Gearing is expressed as a proportion of the trust’s assets, meaning that if those assets fall in value the gearing can sit on a bigger weighting.
We have therefore looked for cases where the actual amount of debt has increased – although this and a fluctuation in the asset value will affect the ultimate figure. Other factors, such as fluctuating cash levels, can also sometimes affect stated gearing figures, meaning fund commentaries are worth examining to get a fuller picture of whether the managers are expressing optimism about future returns.

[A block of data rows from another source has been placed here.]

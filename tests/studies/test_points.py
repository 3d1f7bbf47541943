"""Tests of tsunamifocus.studies.points: values at points of interest and their distances.

References: geodesic distances from pyproj.Geod (reference library) to densely sampled segment
lines (brute-force minimum); longitudes differing by 360 degrees name the same meridian (common
practice, no source).
"""

from __future__ import annotations

import math
from types import SimpleNamespace

import numpy as np
import pandas as pd
import pytest
from pyproj import Geod
from shapely.geometry import LineString

from tsunamifocus.constants import DEFAULTS
from tsunamifocus.grid import GridInfo, make_grid
from tsunamifocus.io.scenario import PointOfInterest
from tsunamifocus.studies.points import nearest_segment, point_max_distance_km, points_table


def _case():
    """A 0.5-degree lon/lat grid 120..250 E, 0..65 N (0..360 numbers) with two coast segments."""
    lon = np.arange(120.0, 250.0 + 1e-9, 0.5)
    lat = np.arange(0.0, 65.0 + 1e-9, 0.5)
    depth = make_grid(np.full((lat.size, lon.size), 4000.0), lon, lat, "EPSG:4326")
    tt = depth.copy(data=np.full(depth.shape, 600.0)).rename("travel_time_min")
    lens = depth.copy(data=np.full(depth.shape, 1.5)).rename("lensing_factor")
    # the "American" segment at 124.3 W (235.7 E) and an "Asian" one at 141 E, same latitudes
    seg = pd.DataFrame({
        "segment_id": ["S0001", "S0002"],
        "geometry": [LineString([(141.0, 41.0), (141.0, 42.0)]), LineString([(235.7, 41.3), (235.7, 42.3)])],
        "lensing_factor": [9.0, 2.0], "amp_1m_m": [5.0, 1.2], "first_arrival_s": [1800.0, 36000.0],
    })
    # the front reached the sea only west of 235 E (the point on the coast reads the nearest such cell)
    tt_v = tt.values.copy()
    tt_v[:, lon > 235.0] = np.nan
    tt = tt.copy(data=tt_v)
    analysis = SimpleNamespace(focusing=SimpleNamespace(segments=seg, travel_time_min=tt, lensing_factor=lens))
    return analysis, depth


def _brute_km(lon, lat, line, radius):
    g = Geod(a=radius, b=radius)
    (x0, y0), (x1, y1) = line.coords[0], line.coords[-1]
    t = np.linspace(0.0, 1.0, 20001)
    _, _, d = g.inv(np.full(t.size, lon), np.full(t.size, lat), x0 + t * (x1 - x0), y0 + t * (y1 - y0))
    return float(np.min(np.abs(d))) / 1000.0


def test_point_in_minus180_numbers_matches_the_right_segment_with_geodesic_distance():
    analysis, depth = _case()
    info = GridInfo.from_dataarray(depth)
    pts = [PointOfInterest("Harbour west coast", -124.2, 41.75)]
    tab = points_table(analysis, pts, depth, max_distance_km=80.0)
    r = tab.iloc[0]
    assert r["nearest_segment"] == "S0002"  # not the segment 7,000 km away in the west Pacific
    ref = _brute_km(-124.2, 41.75, analysis.focusing.segments["geometry"][1], info.radius_m)
    assert r["segment_distance_km"] == pytest.approx(ref, rel=1e-3)
    assert r["lensing_factor"] == 2.0 and r["amp_1m_m"] == 1.2
    # the sea cell read: the nearest cell west of 235 E, its geodesic distance (pyproj.Geod) reported
    g = Geod(a=info.radius_m, b=info.radius_m)
    dc = min(g.inv(-124.2, 41.75, 235.0, la)[2] for la in (41.5, 42.0)) / 1000.0
    assert r["snap_distance_km"] == pytest.approx(dc, rel=1e-6) and 50.0 < dc < 80.0
    assert r["first_arrival_min"] == 600.0 and r["lensing_factor_map"] == 1.5
    assert r["note"] == ""
    # with a search radius below the cell's distance the first arrival and the map value are left out
    # (no stand-in value), with a note and a warning
    t2 = points_table(analysis, pts, depth, max_distance_km=50.0)
    r2 = t2.iloc[0]
    assert "Harbour west coast" in t2.attrs["warnings"][0]
    assert math.isnan(r2["lensing_factor_map"]) and math.isnan(r2["first_arrival_min"])
    assert math.isnan(r2["snap_distance_km"])
    assert r2["note"].startswith("no first arrival or map value") and r2["lensing_factor"] == 2.0


def test_far_points_get_no_value_and_a_note():
    analysis, depth = _case()
    pts = [PointOfInterest("mid ocean", -150.0, 30.0), PointOfInterest("outside", -60.0, 40.0),
           PointOfInterest("inland", -118.0, 41.75)]
    tab = points_table(analysis, pts, depth, max_distance_km=50.0).set_index("name")
    mid = tab.loc["mid ocean"]
    # ~2,000 km from the nearest segment: no segment values; the sea cell is the point itself
    assert mid["segment_distance_km"] > 1000.0
    assert math.isnan(mid["lensing_factor"]) and math.isnan(mid["amp_1m_m"])
    assert mid["first_arrival_min"] == 600.0 and "no segment values" in mid["note"] and "search radius 50 km" in mid["note"]
    out = tab.loc["outside"]
    assert "outside the grid" in out["note"]
    assert all(math.isnan(out[c]) for c in ("first_arrival_min", "lensing_factor", "amp_1m_m", "lensing_factor_map"))
    inland = tab.loc["inland"]  # ~500 km east of the segment, no sea cell near: nothing made up
    assert inland["note"].startswith("no value")
    assert all(math.isnan(inland[c]) for c in ("first_arrival_min", "lensing_factor", "amp_1m_m"))
    assert len(points_table(analysis, pts, depth, max_distance_km=50.0).attrs["warnings"]) == 3


def test_default_limit_and_projected_distance():
    _, depth = _case()
    km, why = point_max_distance_km(depth)
    # one default, from the table of defaults
    assert (km, why) == (DEFAULTS["coast"]["point_max_distance_km"], "default")
    assert point_max_distance_km(depth, 12.0) == (12.0, "[coast] point_max_distance_km")
    # planar grid: plain Euclidean distance to the line (shapely-independent arithmetic)
    x = np.arange(0.0, 100e3, 1e3)
    d = make_grid(np.ones((x.size, x.size)), x, x, "EPSG:32633")
    seg = pd.DataFrame({"segment_id": ["A"], "geometry": [LineString([(10e3, 0.0), (10e3, 50e3)])]})
    k, dist = nearest_segment(seg, GridInfo.from_dataarray(d), 40e3, 80e3)
    assert k == 0 and dist == pytest.approx(math.hypot(30e3, 30e3))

| Trust | Sector | Gearing (%), end of December | Gearing (%), end of March | Change (pp) |
| International Biotechnology Ord (LSE:IBT) | Biotechnology & Healthcare | 1.5 | 11 | 9.5 |
| The European Smaller Companies Trust PLC (LSE:ESCT) | European Smaller Companies | 5.5 | 13.5 | 8 |
| Polar Capital Glb Healthcare Ord (LSE:PCGH) | Biotechnology & Healthcare | 0 | 5.1 | 5.1 |
| AVI Japan Opportunity Ord (LSE:AJOT) | Japanese Smaller Companies | 1.8 | 6 | 4.2 |
| Montanaro UK Smaller Companies Ord (LSE:MTU) | UK Smaller Companies | 0.5 | 4.4 | 3.9 |
| BlackRock World Mining Trust Ord (LSE:BRWM) | Commodities & Natural Resources | 4.8 | 8.5 | 3.7 |
| Henderson Far East Income Ord (LSE:HFEL) | Asia Pacific Equity Income | 2.1 | 5.7 | 3.6 |
| BlackRock Energy and Resources Inc (LSE:BERI) | Commodities & Natural Resources | 2 | 5 | 3 |
| BlackRock Greater Europe Ord (LSE:BRGE) | Europe | 0.2 | 3.1 | 2.9 |
| JPMorgan American Ord (LSE:JAM) | North America | 4.3 | 6.8 | 2.5 |
Source: AIC.
So, what’s cropping up on the list? We have International Biotechnology Ord (LSE:IBT), which has had a phenomenal time as of late with share price total returns of more than 100% over 12 months.
That fund has seen its gearing jump from barely anything at the turn of the year into the double digits at the end of March, and data shows that its debt levels have increased in a pure monetary sense rather than just as a proportion of assets.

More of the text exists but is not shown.